Friday, July 3, 2009

Changes


Remember how your love life was like at the beginning? The very first couple of girls you dated or hit on. How crazy you were for her. How romantic all your ideas were. You’d be giving her treats and buying her flowers occasionally. You’d be doing romantic stuff for her which you never imagined you would ever attempt. You’d be totally in love with the girl and be absolutely sure that its really love. Something special about that certain girl which makes her stand out. Then you’d finally win her over. You begin to experience life as you’ve never felt before. Longing to always be with her. Longing to see her or even hear her voice. It would be like everything else in your life was aligning as well.

Then comes the breakup. Something you never expected would happen. I mean this was the perfect girl. So how could it end? This was supposed to be that special girl who stood out. And everything was going rather smoothly. No matter how hard you try and how hard you fight it, the relationship comes to an end. You fall into despair. Feeling sick of life. As if your whole life had just come crashing down. But in time after a lot of struggling you manage to get over her and move on.

You start meeting new people. And you meet someone special again. But this time you lower your expectations. You lower the effort you put into pursuing her affection. Those romantic stuff you did last time……that feeling has gone down a lot. Especially that feeling you had of really wanting to do those romantic stuff. So has the hopes and effort you put into that relationship. The extent of your patience, sacrifice and compromise is diminishing as well. Before you know it you’ve broken up with her too. Except this time you don’t really care. And the cycle goes on. But each time it becomes less real. The image of the girl’s you date are slowly changing to the extent where you refer to her as your current ‘girl’. She’s pretty much lost her identity. She is now jes another girl whom you have around to fulfill your loneliness and desires. Sometimes you do romantic stuff for her. But this time you do it not because you really want to, but this time you’re doing it because you want to extend the expiry date of the relationship. And also because you know that she would make it up to you afterwards which is actually the real reason why you were being romantic now.
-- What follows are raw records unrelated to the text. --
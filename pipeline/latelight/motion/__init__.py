"""Measure how an arc moves along its normal."""
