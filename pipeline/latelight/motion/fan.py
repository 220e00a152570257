"""Lobes that do not run parallel.

Where an echo's speed changes along the arc, or patchy dust turns one ridge, the
other lobe lies at an angle to the traced one and averages away along it.  It is
looked for at small angles and bends; the strip is then cut with offsets that grow
along the arc, which straightens both lobes at once.
"""

from __future__ import annotations

from dataclasses import dataclass

import numpy as np

from latelight.motion.shapes import standard_shape
from latelight.motion.strip import Strip
from latelight.records import FloatArray

__all__ = ["Fan", "find_fan"]

_SEGMENT_PX = 8.0
_SLOPES = np.tan(np.radians(np.linspace(-10.0, 10.0, 11)))
_SAGITTAS_PX = np.array([-4.0, -2.0, 0.0, 2.0, 4.0])
# Sigmas of the other lobe, and by how much its chi-square must gain.
_LEAST_SNR = 4.5
_LEAST_GAIN = 9.0


@dataclass(frozen=True, slots=True)
class Fan:
    """Where the other lobe is, and how it runs.

    Attributes
    ----------
    place : float
        Distance from the traced lobe along the normal, pixels.
    slope : float
        Tangent of its angle to the traced lobe.
    bend : float
        Difference of its curvature, 1/pixel.
    """

    place: float
    slope: float
    bend: float

    def stretch(self, along: FloatArray) -> FloatArray:
        """Return the factor of the offsets at distances along the trace."""
        move = self.slope * along + 0.5 * self.bend * along**2
        return np.clip(1.0 + move / self.place, 0.3, 3.0)


def find_fan(
    strip: Strip,
    along: FloatArray,
    *,
    sign: int,
    width: float,
    max_shift: float,
    excess: float,
) -> Fan | None:
    """Look for another lobe that is not parallel to the traced one.

    Parameters
    ----------
    strip : Strip
        The unrolled arc, the traced lobe straight at offset 0.
    along : float64 array, shape (n,)
        Distance of each column from the middle, pixels.
    sign : {1, -1}
        Sign of the lobe looked for.
    width : float
        Full width of a lobe, pixels.
    max_shift : float
        Farthest place, pixels.
    excess : float
        Variance of a sum over a lobe over that of independent pixels.

    Returns
    -------
    Fan or None
        None where no lobe is seen, or a parallel one does as well.
    """
    n_segments = max(3, round((along[-1] - along[0]) / _SEGMENT_PX))
    edges = np.linspace(0, along.size, n_segments + 1).astype(int)[:-1]
    counts = np.diff(np.append(edges, along.size))
    centres = np.add.reduceat(along, edges) / counts
    values = np.add.reduceat(strip.values * strip.weight, edges, axis=1)
    weight = np.add.reduceat(strip.weight, edges, axis=1)
    lobe = standard_shape(0.6)
    lobes = lobe.at(strip.offsets[None, :] - strip.offsets[:, None], width, 1)
    response = sign * (lobes @ values).T / excess
    norm = (lobes**2 @ weight).T / excess

    # Nearer than this the traced lobe itself answers, and lobes run parallel.
    places = strip.offsets[np.abs(strip.offsets) <= max_shift]
    places = places[np.abs(places) >= 1.3 * width]
    half = 0.5 * (along[-1] - along[0])
    bends = 2.0 * _SAGITTAS_PX / max(half, 10.0) ** 2
    move = (
        _SLOPES[:, None, None, None] * centres
        + 0.5 * bends[None, :, None, None] * centres**2
        + places[None, None, :, None]
    )
    row = np.rint(move - strip.offsets[0]).astype(np.intp)
    row = np.clip(row, 0, strip.offsets.size - 1)
    segment = np.arange(centres.size)
    total = response[segment, row].sum(axis=-1)
    square = np.maximum(norm[segment, row].sum(axis=-1), 1e-12)
    snr = np.where(total > 0.0, total / np.sqrt(square), 0.0)
    # Near lobes and small angles are the likelier; other echoes lie about.
    unlikely = (
        3.0 * np.log1p(np.abs(places) / width) + (_SLOPES / 0.1)[:, None, None] ** 2
    )
    i, j, k = np.unravel_index(np.argmax(snr**2 - unlikely), snr.shape)
    parallel = snr[_SLOPES.size // 2, _SAGITTAS_PX.size // 2].max()
    if snr[i, j, k] < _LEAST_SNR or snr[i, j, k] ** 2 < parallel**2 + _LEAST_GAIN:
        return None
    return Fan(float(places[k]), float(_SLOPES[i]), float(bends[j]))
So why do most guys do that? Is it because they got hurt when they really meant it and now they refuse to get emotional again? Or have they really lost it? Or maybe cos now they don’t have to put in much effort to get what they want out of the girl? That would surely explain why 90% of married men loose their romantic side. Or even maybe that girls aren’t so important anymore as he’s jes discovered that there’s a whole ocean full of them to a ratio of three girls for every guy? Or was it four? Don’t remember.
Or maybe he doesn’t want to get hurt again.
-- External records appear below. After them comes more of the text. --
"""Measure how one arc moved between the two epochs of a difference."""

from __future__ import annotations

from dataclasses import dataclass, replace
from typing import Literal

import numpy as np

from latelight.motion.bend import (
    Bend,
    along_trace,
    bent_trace,
    handedness,
    measure_bend,
)
from latelight.motion.fan import find_fan
from latelight.motion.fitting import (
    LobeFit,
    PairGuess,
    fit_one_lobe,
    fit_pair,
    search_lobes,
)
from latelight.motion.lobes import LobePrior
from latelight.motion.settings import MotionSettings
from latelight.motion.strip import (
    Profile,
    Strip,
    cut_strip,
    mean_profile,
    noise_correlation,
)
from latelight.records import Arc, ArcTrace, Difference, FloatArray, Motion
from latelight.sky import wrap_180

__all__ = ["measure_motion"]

# However clear a profile is, dust may mimic it: odds are not raised beyond this.
_MAX_ODDS_TWO_LOBES = 4.0
_MAX_ODDS_ONE_LOBE = 1.0
# log10 of the odds that the pair an arc was found with has the right sense.  It was
# right for 321 of 322 simulated arcs; less is claimed, for real skies are harsher.
_HINT_ODDS = 1.0
# Where the light is cut off along the trace, in half-lengths of a uniform arc.
_TRIM = 1.3


def measure_motion(
    difference: Difference,
    arc: Arc,
    *,
    later: Literal["science", "template"],
    settings: MotionSettings,
) -> Motion:
    """Measure the motion of one arc, from the earlier to the later epoch.

    Parameters
    ----------
    difference : Difference
        Science minus template.
    arc : Arc
        A ridge found in it; its trace follows the brighter lobe.
    later : {"science", "template"}
        Which frame was taken later.
    settings : MotionSettings
        Limits and priors.

    Returns
    -------
    Motion
        Direction along the normal, shift, width and brightness.

    Raises
    ------
    ValueError
        If ``later`` is neither word, too few pixels near the arc can be used, or
        they hold no ridge.

    Notes
    -----
    The difference, straightened along the trace, is averaged along the arc.  A
    moving echo leaves a positive lobe where it is and a negative one where it was,
    of one shape (sharp front, slow tail).  Shift and width are the median and mean
    of their probability with everything else integrated out, errors half of
    the 16-84 % interval.  Direction: see :func:`latelight.motion.bend.measure_bend`.
    Patchy dust pulls ridges aside and rolling sheets bend them: ``texture``,
    ``relief_px`` and ``texture_length_px`` of the settings add that to the errors.

    An outburst with a flat maximum that outlasts the motion leaves one lobe at
    the front and one at the back of its echo: a wide echo that moved little and a
    narrow one that moved far look the same, and the latter is taken.
    """
    if later not in ("science", "template"):
        msg = f"later must be 'science' or 'template', got {later!r}"
        raise ValueError(msg)
    sign = 1 if later == "science" else -1
    ridge = _follow(difference, arc, sign=sign, settings=settings)
    fit, profile, turn, odds = _fit_lobes(ridge, arc.sign * sign, settings)
    limit = _MAX_ODDS_TWO_LOBES if np.isfinite(fit.shift) else _MAX_ODDS_ONE_LOBE
    return _motion(
        fit,
        profile,
        trace=ridge.trace,
        turn=turn,
        later=later,
        odds=min(odds, limit),
        settings=settings,
    )


@dataclass(frozen=True, slots=True)
class _Ridge:
    """A traced ridge made straight, with what is needed to average it.

    ``hint`` is the way along the normal from the early to the late lobe, pixels, as
    found with the arc; NaN when only one was.
    """

    difference: Difference
    trace: ArcTrace
    strip: Strip
    correlation: FloatArray
    normal_angle: float
    width: float
    sign: int
    hint: float

    def profile(self, strip: Strip) -> Profile:
        """Return the mean of a strip along the arc."""
        return mean_profile(
            strip,
            self.correlation,
            normal_angle=self.normal_angle,
            width_px=self.width,
        )

    def prior(self, settings: MotionSettings) -> LobePrior:
        """Return what is known of its lobes beforehand."""
        return LobePrior(self.difference.fwhm_px, settings.ratio_scatter)

    def along(self, trace: ArcTrace, *, reach: float) -> _Ridge:
        """Return the ridge cut anew along another trace."""
        strip = cut_strip(self.difference, trace, reach=reach, sign=self.sign)
        return replace(self, trace=trace, strip=strip)


def _follow(
    difference: Difference, arc: Arc, *, sign: int, settings: MotionSettings
) -> _Ridge:
    """Turn, bend and trim a trace until it follows the traced lobe."""
    width = float(np.hypot(arc.width_px, difference.fwhm_px))
    reach = settings.max_shift_px + 3.0 * width
    margin = _margin(width)
    ridge = _Ridge(
        difference=difference,
        trace=arc.trace,
        strip=cut_strip(difference, arc.trace, reach=margin, sign=sign),
        correlation=noise_correlation(difference, arc.x, arc.y),
        normal_angle=arc.normal_angle,
        width=width,
        sign=sign,
        hint=_hint(arc, sign),
    )
    profile = ridge.profile(ridge.strip)
    alone = fit_one_lobe(
        profile,
        ridge.prior(settings),
        sign=arc.sign * sign,
        width=width,
        sense=1,
        tails=(0.0,),  # which way the tail points is not known yet
    )
    bend = _bend(ridge.strip, ridge.trace, profile, alone, settings)
    trace = _trimmed(bent_trace(arc.trace, bend), bend)
    return ridge.along(trace, reach=reach)


def _hint(arc: Arc, sign: int) -> float:
    """Return the rough motion along the trace's normals, pixels."""
    normal = arc.trace.normal_angle[arc.trace.x.size // 2]
    same = abs(float(wrap_180(normal - arc.normal_angle))) < 90.0
    return arc.shift_px * sign * (1 if same else -1)


def _trimmed(trace: ArcTrace, bend: Bend) -> ArcTrace:
    """Return the part of a trace where the light is, centred on it."""
    along = along_trace(trace)
    keep = np.abs(along - bend.centre) <= 0.5 * _TRIM * max(bend.length, 16.0)
    if keep.sum() < 3:
        return trace
    return ArcTrace(trace.x[keep], trace.y[keep], trace.normal_angle[keep])


def _fit_lobes(
    ridge: _Ridge, anchor: int, settings: MotionSettings
) -> tuple[LobeFit, Profile, Bend, float]:
    """Fit one or two lobes.

    Returns
    -------
    fit : LobeFit
        The lobes.
    profile : Profile
        What was fitted.
    turn : Bend
        What is left of the turn, with the mean slope of both lobes.
    odds : float
        log10 of the odds of the sense.
    """
    prior = ridge.prior(settings)
    strip, fan = ridge.strip, None
    guess, odds, two = _search(ridge, strip, anchor, settings)
    if not two:
        fan = find_fan(
            strip,
            along_trace(ridge.trace),
            sign=-anchor,
            width=ridge.width,
            max_shift=settings.max_shift_px,
            excess=ridge.profile(strip).excess,
        )
    if fan is not None:
        strip = cut_strip(
            ridge.difference,
            ridge.trace,
            reach=strip.offsets[-1],
            sign=ridge.sign,
            stretch=fan.stretch(along_trace(ridge.trace)),
        )
        guess, odds, two = _search(ridge, strip, anchor, settings)
    if two:
        near = _window(strip, guess.late, guess.early, guess.width)
        profile = ridge.profile(near)
        fit = fit_pair(profile, prior, guess)
    else:
        near = _window(ridge.strip, 0.0, 0.0, ridge.width)
        profile = ridge.profile(near)
        fit = fit_one_lobe(
            profile, prior, sign=anchor, width=ridge.width, sense=guess.sense
        )
    turn = _bend(near, ridge.trace, profile, fit, settings)
    if two and fan is not None:
        other = fit.early if anchor > 0 else fit.late
        # The motion is along the mean of both lobes' normals.
        turn = replace(turn, slope=turn.slope + 0.5 * fan.slope * other / fan.place)
    return fit, profile, turn, odds


def _search(
    ridge: _Ridge, strip: Strip, anchor: int, settings: MotionSettings
) -> tuple[PairGuess, float, bool]:
    """Return the likelier sense's best pair, its log10 odds, and if it counts."""
    farthest = settings.max_shift_px
    if np.isfinite(ridge.hint):
        # Lobes of other echoes lie beyond the pair the arc was found with.
        farthest = min(farthest, 1.5 * (abs(ridge.hint) + ridge.width))
    guesses = search_lobes(
        ridge.profile(strip),
        ridge.prior(settings),
        anchor_sign=anchor,
        width=ridge.width,
        max_shift=farthest,
    )
    log_odds = guesses[0].log_evidence - guesses[1].log_evidence
    if np.isfinite(ridge.hint):
        log_odds += np.copysign(_HINT_ODDS * np.log(10.0), ridge.hint)
    best = guesses[0] if log_odds >= 0.0 else guesses[1]
    odds = abs(log_odds) / np.log(10.0)
    seen = 2.0 * (best.gain - best.alone) > settings.lobe_threshold**2
    return best, odds, seen


def _bend(
    strip: Strip,
    trace: ArcTrace,
    profile: Profile,
    fit: LobeFit,
    settings: MotionSettings,
) -> Bend:
    """Return the correction of a trace that a fitted profile asks for."""
    model = np.interp(strip.offsets, profile.offsets, fit.model, left=0.0, right=0.0)
    return measure_bend(
        strip,
        along_trace(trace),
        model,
        excess=profile.excess,
        max_slope=float(np.tan(np.radians(settings.max_turn_deg))),
    )


def _margin(width: float) -> float:
    """Return how far beyond a lobe of a full width its profile is fitted, pixels."""
    return 3.0 * width + 6.0


def _window(strip: Strip, one: float, other: float, width: float) -> Strip:
    """Return the rows around two lobes."""
    rows = strip.offsets >= min(one, other) - _margin(width)
    rows &= strip.offsets <= max(one, other) + _margin(width)
    return Strip(strip.offsets[rows], strip.values[rows], strip.weight[rows])


def _motion(
    fit: LobeFit,
    profile: Profile,
    *,
    trace: ArcTrace,
    turn: Bend,
    later: str,
    odds: float,
    settings: MotionSettings,
) -> Motion:
    """Put the numbers into the record."""
    length = max(turn.length, 8.0)
    patches = max(length / settings.texture_length_px, 1.0)
    pull = settings.texture * fit.width / np.sqrt(patches)
    bent = np.hypot(pull, settings.relief_px / np.sqrt(patches))
    # A line through evenly spread points, each off by so much.
    turn_err = np.hypot(turn.slope_err, np.sqrt(12.0) * bent / length)
    two = np.isfinite(fit.shift)
    # Lobes on the same dust are pulled the same way.
    apart = 1.0 - np.exp(-0.5 * (fit.shift / fit.full_width) ** 2)
    late = fit.late, fit.height_late, fit.height_late_err
    early = fit.early, fit.height_early, fit.height_early_err
    at_science, at_template = (late, early) if later == "science" else (early, late)
    place, height, height_err = (
        at_science if np.isfinite(at_science[0]) else at_template
    )
    middle = trace.x.size // 2
    normal = np.radians(trace.normal_angle[middle])
    turned = np.degrees(normal - handedness(trace) * np.arctan(turn.slope))
    residual = profile.values - fit.model
    free = max(residual.size - (8 if two else 6), 1)
    return Motion(
        direction_angle=float((turned if fit.sense > 0 else turned + 180.0) % 360.0),
        direction_angle_err=float(np.degrees(np.arctan(turn_err))),
        shift_px=fit.shift,
        shift_err_px=float(np.hypot(fit.shift_err, np.sqrt(2.0 * apart) * pull)),
        x=float(trace.x[middle] + place * np.cos(normal)),
        y=float(trace.y[middle] + place * np.sin(normal)),
        width_px=fit.width,
        width_err_px=fit.width_err,
        surface_brightness_counts=height,
        surface_brightness_err_counts=height_err,
        sense_odds=float(odds),
        chi2=float(residual @ profile.precision @ residual / free),
        lobes=2 if two else 1,
    )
Now imagine that same guy falls in love again. It had been so long since he last felt that way. All those emotions that he had pushed down are rising up again. That side of him that he had locked away has come back. Why? Maybe he feels that this girl is more than worth it all. Maybe he feels that the girl is worth taking that risk. Maybe he wants to give this certain girl his all for a change. If it works out well….Hallelujah? what if it doesn’t? Can you then really blame the guy if he goes around shagging women after that? If he refuses to let himself be emotional or to really fall in love ever again? Jes how many wives are 100% sure that their husband truly loves them? Do they really think that jes because the guy chose her to get married to and start a life with that he truly loves her? What if he has taken the next step(getting married) in life after skipping the “madly falling in love with the girl” step? Is he thinking “she’s good in bed. I guess she’ll do”. Or maybe “She’s the faithful type. She’ll do fine”. OR “she’s dumb and will believe everything I say to her. She’s perfect!”.

Jes as there are a lot of men who doesn’t know much about women, there are also a lot women who don’t know about men. Especially the ones they are with. So now the question which arises is “How do you know that the guy really means what he’s saying or doing? How do you know if he’s jes saying what you want to hear? Maybe it depends on jes how much effort he puts into what he does or says? All I have to say about that is “you’ll probably know it when you see it. You’ll KNOW for sure that he wouldn’t have gone this far or put himself in such a vulnerable and embarrassing situation if he really didn’t mean it. That pride thing is a huge deal for guys”.

On a different note, here’s a question. “When would a girl know for sure if the guy really loves her for who she is or not?” My opinion or answer to that is when she looses her looks. Maybe when she gets a kid or looses her sex appeal. *shrug*. So when does a guy know for sure if the girl truly loves him for who he is? When he looses his money? Who knows. What do you think?